- [Activity] Repeat exactly, please, the lines that begin at the start of the listing and end at the line holding "from service.engine import CAUTIONS".

- [Records shown]
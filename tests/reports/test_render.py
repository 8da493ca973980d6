"""The HTML report and the staff list: every required block, escaped input, self-contained page."""

import copy
from html.parser import HTMLParser

import pytest
from markupsafe import escape
from reports_testkit import REQUEST, question

from service.engine import CAUTIONS
from service.engine.explore import robustness, sensitivity
from service.reports.justification import justification
from service.reports.plots import curve_points, power_curve_svg
from service.reports.render import render_report, render_staff_list

BLOCKS = (
    "protocol",
    "question",
    "answer",
    "steps",
    "justification",
    "curve",
    "sensitivity",
    "robustness",
    "reproducibility",
    "cautions",
)


class _Ids(HTMLParser):
    def __init__(self):
        super().__init__()
        self.ids: list[str] = []
        self.tags: list[str] = []

    def handle_starttag(self, tag, attrs):
        self.tags.append(tag)
        for name, value in attrs:
            if name == "id":
                self.ids.append(value)


def _parse(page: str) -> _Ids:
    parser = _Ids()
    parser.feed(page)
    return parser


@pytest.fixture(scope="module")
def full_page(simulated_record):
    q = question(adjustments={"dropout": 0.1})
    sens = sensitivity(q, {"effect.difference": [0.4, 0.5, 0.6]})
    rob = robustness(
        simulated_record["question"],
        simulated_record["sample_size"]["per_group"],
        replicates=300,
        seed=11,
    )
    svg = power_curve_svg(curve_points(simulated_record, replicates=300))
    return (
        render_report(REQUEST, simulated_record, curve_svg=svg, sensitivity=sens, robustness=rob),
        sens,
        rob,
    )


def test_report_has_every_block(full_page, simulated_record):
    page, sens, rob = full_page
    parsed = _parse(page)
    for block in BLOCKS:
        assert block in parsed.ids, block
    assert len(parsed.ids) == len(set(parsed.ids)), "duplicate ids"
    for text in (
        REQUEST["protocol"]["title"],
        REQUEST["protocol"]["id"],
        REQUEST["requester"]["name"],
        "Computed, awaiting review",
        str(simulated_record["reproducibility"]["seed"]),
        simulated_record["reproducibility"]["record_sha256"],
        f"POST /v1/requests/{REQUEST['id']}/reruns",
        "sizewise compute",
        "@media print",
        'id="copy-justification"',
        "navigator.clipboard",
        'id="target-line"',
        'id="chosen-n"',
    ):
        assert text in page, text
    for caution in CAUTIONS:
        assert str(escape(caution)) in page
    context = REQUEST["context"]
    assert str(escape(justification(simulated_record, context))) in page
    for d in rob["departures"]:
        assert str(escape(d["description"])) in page
    assert page.count("<tr>") >= len(sens["cells"]) + len(rob["departures"])


def test_report_is_self_contained(full_page):
    page = full_page[0]
    for external in ("<link", "@import", 'src="http', "src='http", "url(http", "fonts.googleapis"):
        assert external not in page


def test_report_without_optional_blocks(analytic_record):
    page = render_report(
        REQUEST, analytic_record, curve_svg=power_curve_svg(curve_points(analytic_record))
    )
    ids = _parse(page).ids
    assert "sensitivity" not in ids and "robustness" not in ids
    # analytic: no seed is needed, and the steps table lists each adjustment
    assert "none needed" in page
    for label in ("Multiple comparisons", "Base size", "Design effect", "Dropout"):
        assert label in page


def test_input_is_escaped(analytic_record):
    request = copy.deepcopy(REQUEST)
    request["protocol"]["title"] = "<script>alert('x')</script> & co"
    request["requester"]["name"] = '"><img src=x onerror=alert(1)>'
    page = render_report(request, analytic_record, curve_svg="<svg></svg>")
    assert "<script>alert" not in page and "<img src=x" not in page
    assert "&lt;script&gt;alert(&#39;x&#39;)&lt;/script&gt; &amp; co" in page


def test_staff_list():
    rows = [
        dict(REQUEST, question=question(), method="analytic"),
        dict(REQUEST, id="a" * 32, status="running", progress=0.4, assigned_to=None),
        dict(
            REQUEST,
            id="b" * 32,
            status="failed",
            protocol={"id": "NGH-2025-020", "title": "<b>Falls</b>"},
        ),
    ]
    page = render_staff_list(rows)
    assert page.count("<tbody>") == 1 and page.count('class="status status-') == 3
    for label in ("Computed, awaiting review", "Computing", "Failed", "unassigned", "40% done"):
        assert label in page, label
    assert f'href="/v1/requests/{"a" * 32}/report"' in page
    assert "&lt;b&gt;Falls&lt;/b&gt;" in page
    assert "3 requests: 1 computing, 1 computed, awaiting review, 1 failed" in page
    # the first row's cell and analysis in words (test_prose checks them against the design)
    assert "Continuous outcome, two groups" in page
    assert "No requests yet." in render_staff_list([])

- [Answer box]
filename tests/reports/test_render.py
repository 8da493ca973980d6
"""The HTML report and the staff list: every required block, escaped input, self-contained page."""

import copy
from html.parser import HTMLParser

import pytest
from markupsafe import escape
from reports_testkit import REQUEST, question

from service.engine import CAUTIONS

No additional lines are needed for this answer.